Parts of Speech tagging is the next step of the Tokenization. Once we have done Tokenization, spaCy can parse and tag a given Doc. spaCy is pre-trained using statistical modelling. This model consists of binary data and is trained on enough examples to make predictions that generalize across the language. Example, a word following “the” in English is most likely a noun.
It is always challenging to find the correct parts of speech due to the following reasons:
- Enabling machine to understand and process raw text is not easy.
- Same word plays differently in different context of a sentence.
- Sometime words which are completely different, tells almost the same meaning.
- Even splitting text into useful word-like units can be difficult in many languages.
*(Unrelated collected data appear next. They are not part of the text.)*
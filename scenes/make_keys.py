"""Write KEYS.md, the reference of every key of a scene, anew from the models.

python scenes/make_keys.py [FOLDER]
"""

from __future__ import annotations

import sys
from pathlib import Path

from simimg.scene.reference import key_reference

folder = Path(sys.argv[1]) if len(sys.argv) > 1 else Path(__file__).parent
(folder / "KEYS.md").write_text(key_reference(), encoding="utf-8")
- While it’s possible to solve some problems starting from only the raw characters, it’s usually better to use linguistic knowledge to add useful information.
- That’s exactly what spaCy is designed to do: you put in raw text, and get back a Doc object, that comes with a variety of annotations.
Reference spacy.io/
This is the Part 3 of NLP spaCy Series of articles. you can find the first two parts in the below links:
Part 1: spacy-installation-and-basic-operations-nlp-text-processing-library
Part 2: guide-to-tokenization-lemmatization-stop-words-and-phrase-matching-using-spacy
In this section we’ll cover coarse POS tags (noun, verb, adjective), fine-grained tags (plural noun, past-tense verb, superlative adjective and Dependency Parsing and Visualization of dependency Tree.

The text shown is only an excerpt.